The Condor system [#LitzkowCAHOI##1#] is one of the most advanced load
sharing systems to date. It operates in a workstation environment, aiming to
maximise the utilisation of workstations with as little interference as
possible between the jobs it schedules and the activities of the people who own
the workstations. It identifies idle workstations and schedules background jobs
on them. When the owner of a workstation resumes activity at a station, Condor
checkpoints the remote job running on the node and transfers it to another
machine. They claim that the overhead needed to support remote execution is
very low.
The Condor project has conducted work in three major areas:
- The gathering and analysis of workstation usage patterns.

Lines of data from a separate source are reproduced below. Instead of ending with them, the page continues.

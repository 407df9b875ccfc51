//! Values as they are read aloud.

use super::{ImportFile, ImportMessage, InstrumentRow, LoadAtReading, Margin};
use crate::chart::number;

/// An age in words, in one unit: `2 min`, `5 h`, `3 days`.
pub fn age_in_words(age_s: i64) -> String {
    const MINUTE_S: i64 = 60;
    const HOUR_S: i64 = 60 * MINUTE_S;
    const DAY_S: i64 = 24 * HOUR_S;
    // Each unit serves until two of the next are full, so that no age is off by a half.
    match age_s {
        ..0 => "after this moment".to_owned(),
        0..MINUTE_S => "under 1 min".to_owned(),
        _ if age_s < 2 * HOUR_S => format!("{} min", age_s / MINUTE_S),
        _ if age_s < 2 * DAY_S => format!("{} h", age_s / HOUR_S),
        _ => format!("{} days", age_s / DAY_S),
    }
}

/// A value with its unit, or a dash where there is none.
pub(super) fn value(value: Option<f64>, row: &InstrumentRow) -> String {
    match value.filter(|value| value.is_finite()) {
        Some(value) => with_unit(&number(value, row.decimals), &row.unit),
        None => "–".to_owned(),
    }
}

/// `68 to 81 kPa`.
pub(super) fn band(row: &InstrumentRow) -> String {
    match (row.band_low, row.band_high) {
        (Some(low), Some(high)) => {
            let ends = format!("{} to {}", number(low, row.decimals), number(high, row.decimals));
            with_unit(&ends, &row.unit)
        }
        _ => "–".to_owned(),
    }
}

/// `4.4 kPa (5 %)` and `to Stop`, or by how much the limit is passed.
pub(super) fn margin(row: &InstrumentRow) -> Option<(String, String)> {
    let Margin { to, value, percent } = row.margin.as_ref()?;
    // A margin that is left is never written as none.
    let vanishes = value.abs() < 0.5 * 10f64.powi(-(row.decimals as i32)) && *value != 0.0;
    let decimals = row.decimals + usize::from(vanishes);
    let distance = with_unit(&number(value.abs(), decimals), &row.unit);
    let percent = percent.map(|percent| format!(" ({} %)", number(percent.abs(), 0)));
    let way = if *value < 0.0 { "beyond" } else { "to" };
    Some((distance + &percent.unwrap_or_default(), format!("{way} {}", to.name())))
}

/// Before the load that most readings share.
pub(super) const READ_AT: &str = "Read at, unless a row says otherwise: ";

/// `13.42 m, 139.8 kPa, stage 4, 6.5 h in`.
pub(super) fn load(load: &LoadAtReading) -> String {
    format!(
        "{} m, {} kPa, {}, {} h in",
        number(load.liquid_level_m, 2),
        number(load.applied_pressure_kpa, 1),
        load.stage,
        number(load.hours_in_stage, 1)
    )
}

/// What became of one file.
pub(super) fn import(file: &ImportFile) -> String {
    format!(
        "{}: {} rows, {} readings kept, {} duplicates ignored, {} rows refused.",
        file.name, file.rows, file.kept, file.duplicates, file.refused
    )
}

/// `line 17, data lost: ...`.
pub(super) fn import_message(message: &ImportMessage) -> String {
    let line = message.line.map(|line| format!("line {line}"));
    let lost = message.lost_data.then(|| "data lost".to_owned());
    let lead: Vec<_> = line.into_iter().chain(lost).collect();
    if lead.is_empty() {
        message.text.clone()
    } else {
        format!("{}: {}", lead.join(", "), message.text)
    }
}

pub(super) fn age(age_s: Option<i64>) -> String {
    age_s.map_or_else(|| "–".to_owned(), age_in_words)
}

fn with_unit(text: &str, unit: &str) -> String {
    if unit.is_empty() { text.to_owned() } else { format!("{text} {unit}") }
}

#[cfg(test)]
mod tests {
    use super::*;

    #[test]
    fn ages_are_never_rounded_up() {
        let ages = [-1, 0, 59, 60, 7_199, 7_200, 172_799, 172_800].map(age_in_words);
        assert_eq!(
            ages,
            [
                "after this moment",
                "under 1 min",
                "under 1 min",
                "1 min",
                "119 min",
                "2 h",
                "47 h",
                "2 days"
            ]
        );
    }
}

- The exploration of algorithms for the management of idle workstation
capacity. This resulted in the design of the Up-Down algorithm
[#MutkaSRPCI##1#] which allows fair access to remote capacity for light users
of the system in spite of large demands from heavy users.
- The development of remote execution facilities, known as Remote Unix
[#LitzkowRU##1#].
In order to make the Condor system attractive to its potential users several
issues requiring attention were identified:
- The placement of background jobs should be transparent to users. The
system should be responsible for knowing when workstations are idle and the
jobs should be location transparent.
- If a remote site running a background job were to fail the job should
be restarted automatically at some other location.
- Access to remote cycles should be fair.
- The mechanisms for implementing the system should not consume
sufficient resources to interfere with other activity.